**Directions:** Say, as a bare number, how many lines of the listing contain "body".

**Source data:**
++++++++++

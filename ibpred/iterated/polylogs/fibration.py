"""Polylogarithms of rational functions in a fibration basis: ``G(..; z_j)`` with letters free of z_1 ... z_j.

The variables are taken in order. In the first one the function is the integral of its derivative, which holds
polylogarithms of lower weight, plus its regularised limit at zero, which depends on the others only
(Brown, arXiv:0804.1660; Anastasiou, Duhr, Dulat, Mistlberger, arXiv:1302.4379). Constants left at the end are
polylogarithms at rational numbers and known exactly where these are zeta values and alternating sums.
"""

from __future__ import annotations

from collections.abc import Mapping, Sequence
from dataclasses import dataclass
from fractions import Fraction

import flint

from ibpred.balls.accuracy import bits_for, until_accurate
from ibpred.balls.context import Ball, precision
from ibpred.errors import InputError, PointError
from ibpred.exact.grammar import parse_rational
from ibpred.exact.rational import Rational, Ring, ring
from ibpred.iterated.constants.constants import ONE, ZERO, Constant, log_of
from ibpred.iterated.polylogs.limits import UnitWord, leading_coefficient, limit_of_word, order_at_zero
from ibpred.iterated.polylogs.polylog_values import Place, polylog_balls
from ibpred.iterated.polylogs.special import exact_word
from ibpred.iterated.words import regularised, shuffle, without_tail

Letters = tuple[Rational, ...]

Key = tuple[Letters, ...]
"""One word for each variable; it stands for the product of their polylogarithms."""

Terms = dict[Key, Constant]

_BITS_PER_DIGIT = 12


@dataclass(frozen=True)
class FibrationBasis:
    """``sum constant prod_j G(letters_j; z_j)``, the letters of z_j free of z_1, ..., z_j.

    Attributes
    ----------
    variables
        z_1, z_2, ..., in the order taken.
    terms
        Words (one for each variable) and their constants, short words first.
    """

    variables: tuple[str, ...]
    terms: tuple[tuple[Key, Constant], ...]

    def __str__(self) -> str:
        pieces = []
        for key, constant in self.terms:
            factors = [
                f"G({','.join(map(str, word))};{name})"
                for word, name in zip(key, self.variables, strict=True)
                if word
            ]
            text = str(constant)
            if not factors:
                pieces.append(text)
                continue
            if len(list(constant.terms())) > 1:
                text = f"({text})"
            shown = "*".join(factors)
            pieces.append({"1": shown, "-1": f"-{shown}"}.get(text, f"{text}*{shown}"))
        return " + ".join(pieces).replace("+ -", "- ") or "0"

    def value(self, point: Mapping[str, Fraction], digits: int, side: int = 0) -> Ball:
        """The value at positive variables.

        Parameters
        ----------
        point
            A value for each variable.
        digits
            Digits wanted.
        side
            Where letters lie on the path of a word: +1 if they count as a + i0, -1 for a - i0.

        Raises
        ------
        PointError
            If a value is missing or not positive, a letter lies on a path and no side is given, or a word is
            infinite.
        PrecisionError
            If the digits are not reached.
        """
        for name in self.variables:
            if point.get(name, Fraction(0)) <= 0:
                raise PointError(f"a positive value of {name} is needed")

        def compute(bits: int) -> tuple[Ball, ...]:
            tables = [self._table(j, point, bits, side) for j in range(len(self.variables))]
            with precision(bits):
                total = flint.acb(0)
                for key, constant in self.terms:
                    term = constant.ball(bits)
                    for table, word in zip(tables, key, strict=True):
                        term = term * table[word]
                    total += term
                return (total,)

        return until_accurate(
            compute, lambda balls: balls, digits, bits_for(digits) + 60, _BITS_PER_DIGIT * digits + 2000
        )[0]

    def _table(self, j: int, point: Mapping[str, Fraction], bits: int, side: int) -> dict[Letters, Ball]:
        """All words in one variable."""
        words = list(dict.fromkeys(key[j] for key, _ in self.terms))
        letters = list(dict.fromkeys(letter for word in words for letter in word))
        end = point[self.variables[j]]
        values = [
            letter.substitute({n: point[n] for n in letter.variables()}).to_fraction() for letter in letters
        ]
        if end in values:
            raise PointError(f"a letter {letters[values.index(end)]} lies at {self.variables[j]} = {end}")
        distinct = list(dict.fromkeys(values))
        places = [Place(v, Fraction(0), side if 0 < v < end else 0) for v in distinct]
        coded = [tuple(distinct.index(values[letters.index(a)]) for a in word) for word in words]
        return dict(zip(words, polylog_balls(coded, places, Place(end), bits), strict=True))


def read_polylog(text: str, variables: Sequence[str]) -> tuple[Letters, Rational]:
    """Arguments and end point of ``G(a1, ..., an; x)``.

    Parameters
    ----------
    text
        Rational functions of the variables as arguments, e.g. ``G(0, 1/(x*y); 1-x)``.
    variables
        Their names.

    Raises
    ------
    InputError
        If the text is not of this form.
    """
    body = text.strip()
    if not (body.startswith("G(") and body.endswith(")") and body.count(";") == 1):
        raise InputError(f"{text!r} is not of the form G(a1, ..., an; x)")
    inside, end = body[2:-1].split(";")
    field = ring(variables)
    pieces = inside.split(",") if inside.strip() else []
    return tuple(parse_rational(piece, field) for piece in pieces), parse_rational(end, field)


def fibration_basis(
    arguments: Sequence[Rational], x: Rational, variables: Sequence[str], side: int = 0
) -> FibrationBasis:
    """``G(a1, ..., an; x)`` with rational functions as arguments, in a fibration basis.

    The result equals the polylogarithm where all variables are positive and small, each against the next one,
    and by analytic continuation from there.

    Parameters
    ----------
    arguments, x
        Elements of one field. x is positive in that region.
    variables
        All variables they depend on, in the order wanted.
    side
        Where arguments lie on the path from 0 to x there: +1 if they count as a + i0, -1 for a - i0.

    Raises
    ------
    InputError
        If a variable is missing, x is not positive, a1 = x (the value is infinite), or the derivative holds a
        polynomial that is not linear in the next variable (names it): another order of variables may help.
    PointError
        If an argument lies on the path and no side is given.
    BoundaryError
        If a constant is not known exactly.
    """
    order = tuple(variables)
    used = {name for value in (*arguments, x) for name in value.variables()}
    if not used <= set(order) or len(set(order)) < len(order):
        raise InputError(f"the variables {', '.join(order)} must name each of {', '.join(sorted(used))} once")
    if arguments and arguments[0] == x:
        raise InputError(f"G with the first argument equal to the end point {x} is infinite")
    if not _is_positive(x, order):
        raise InputError(
            f"the end point {x} is not positive where the variables are small and positive, each against the "
            "next; G depends on ratios: turn the signs of all arguments"
        )
    work = _Conversion(x.ring, order)
    total: Terms = {}
    word = tuple(arguments)
    zeros = len(word) - len(_without_zeros(word))
    logarithm = work.logarithm(x, 0) if zeros else {}
    power = {work.unit: ONE}
    for k in range(zeros + 1):
        if k:
            power = _scaled(_product(power, logarithm), Fraction(1, k))
        # G(u 0^z; x) = sum_k reg(u 0^(z-k)) log(x)^k/k!
        for rest, factor in without_tail(word[: len(word) - k], x.ring.zero).items():
            unit = work.word((tuple(a / x for a in rest), side), 0)
            _accumulate(total, _product(power, unit), ONE * factor)
    ordered = sorted(total.items(), key=lambda item: ([len(w) for w in item[0]], str(item[0])))
    return FibrationBasis(order, tuple(ordered))


def _without_zeros(word: Letters) -> Letters:
    end = len(word)
    while end and not word[end - 1]:
        end -= 1
    return word[:end]


def _is_positive(value: Rational, variables: Sequence[str]) -> bool:
    for name in variables:
        if not value:
            return False
        value = leading_coefficient(value, name, order_at_zero(value, name))
    return value.to_fraction() > 0


class _Conversion:
    """Unit words in terms of the basis; each is converted once."""

    def __init__(self, field: Ring, variables: tuple[str, ...]) -> None:
        self.field = field
        self.variables = variables
        self.unit: Key = ((),) * len(variables)
        self.known: dict[tuple[UnitWord, int], Terms] = {}

    def word(self, unit: UnitWord, level: int) -> Terms:
        """A unit word that is free of the variables before `level`."""
        letters, side = unit
        total: Terms = {}
        for core, factor in regularised(letters, self.field.one, self.field.zero).items():
            if ((core, side), level) not in self.known:
                self.known[(core, side), level] = self._convergent(core, side, level)
            _accumulate(total, self.known[(core, side), level], ONE * factor)
        return total

    def _convergent(self, letters: Letters, side: int, level: int) -> Terms:
        while level < len(self.variables) and not any(
            self.variables[level] in b.variables() for b in letters
        ):
            level += 1
        if level == len(self.variables):
            value = exact_word(tuple(b.to_fraction() for b in letters), side)
            return {self.unit: value} if value else {}
        name = self.variables[level]
        chain = (self.field.one, *letters, self.field.zero)
        derivative: dict[Rational, Terms] = {}
        for i in range(1, len(chain) - 1):
            powers: dict[Rational, int] = {}
            for neighbour, sign in ((chain[i - 1], 1), (chain[i + 1], -1)):
                difference = neighbour - chain[i]
                for factor, power in self._factors(difference, name) if difference else ():
                    powers[factor] = powers.get(factor, 0) + sign * power
            if any(powers.values()):
                shorter = self.word((letters[: i - 1] + letters[i:], side), level)
                for factor, power in powers.items():
                    if power:
                        _accumulate(derivative.setdefault(factor, {}), shorter, ONE * power)
        total: Terms = {}
        for factor, inner in derivative.items():
            if inner:
                _accumulate(total, _prefixed(inner, _root(factor, name), level), ONE)
        for words, coefficient in limit_of_word(letters, side, name).items():
            product = {self.unit: ONE * coefficient}
            for unit in words:
                product = _product(product, self.word(unit, level + 1))
            _accumulate(total, product, ONE)
        return total

    def logarithm(self, value: Rational, level: int) -> Terms:
        """``log value`` of a function that is positive in the region."""
        total: Terms = {}
        for at in range(level, len(self.variables)):
            name = self.variables[at]
            for factor, power in self._factors(value, name):
                _accumulate(total, _prefixed({self.unit: ONE}, _root(factor, name), at), ONE * power)
            value = leading_coefficient(value, name, order_at_zero(value, name))
        try:
            constant = log_of(value.to_fraction())
        except KeyError as error:
            raise InputError(f"{error.args[0]} is needed, which is not among the exact constants") from None
        _accumulate(total, {self.unit: constant}, ONE)
        return total

    def _factors(self, value: Rational, name: str) -> list[tuple[Rational, int]]:
        """The factors that depend on a variable, with multiplicities."""
        return [
            (self.field.fraction(polynomial, self.field.context.constant(1)), power)
            for polynomial, power in value.factors()[1]
            if polynomial.degrees()[self.field.index(name)]
        ]


def _root(factor: Rational, name: str) -> Rational:
    slope = factor.derivative(name)
    if name in slope.variables():
        raise InputError(f"the letter {factor} is not linear in {name}: try another order of the variables")
    return -factor.substitute({name: 0}) / slope


def _prefixed(terms: Terms, letter: Rational, level: int) -> Terms:
    return {(*key[:level], (letter, *key[level]), *key[level + 1 :]): v for key, v in terms.items()}


def _scaled(terms: Terms, factor: Fraction) -> Terms:
    return {key: value * factor for key, value in terms.items()}


def _accumulate(target: Terms, source: Terms, factor: Constant) -> None:
    for key, value in source.items():
        total = target.get(key, ZERO) + value * factor
        if total:
            target[key] = total
        else:
            target.pop(key, None)


def _product(left: Terms, right: Terms) -> Terms:
    """Product of two functions: the words of each variable are shuffled."""
    total: Terms = {}
    for a, x in left.items():
        for b, y in right.items():
            keys: dict[Key, int] = {(): 1}
            for u, v in zip(a, b, strict=True):
                keys = {
                    (*key, word): count * more
                    for key, count in keys.items()
                    for word, more in shuffle(u, v).items()
                }
            for key, count in keys.items():
                _accumulate(total, {key: x * y * count}, ONE)
    return total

++++++++++

**Answer box:** 3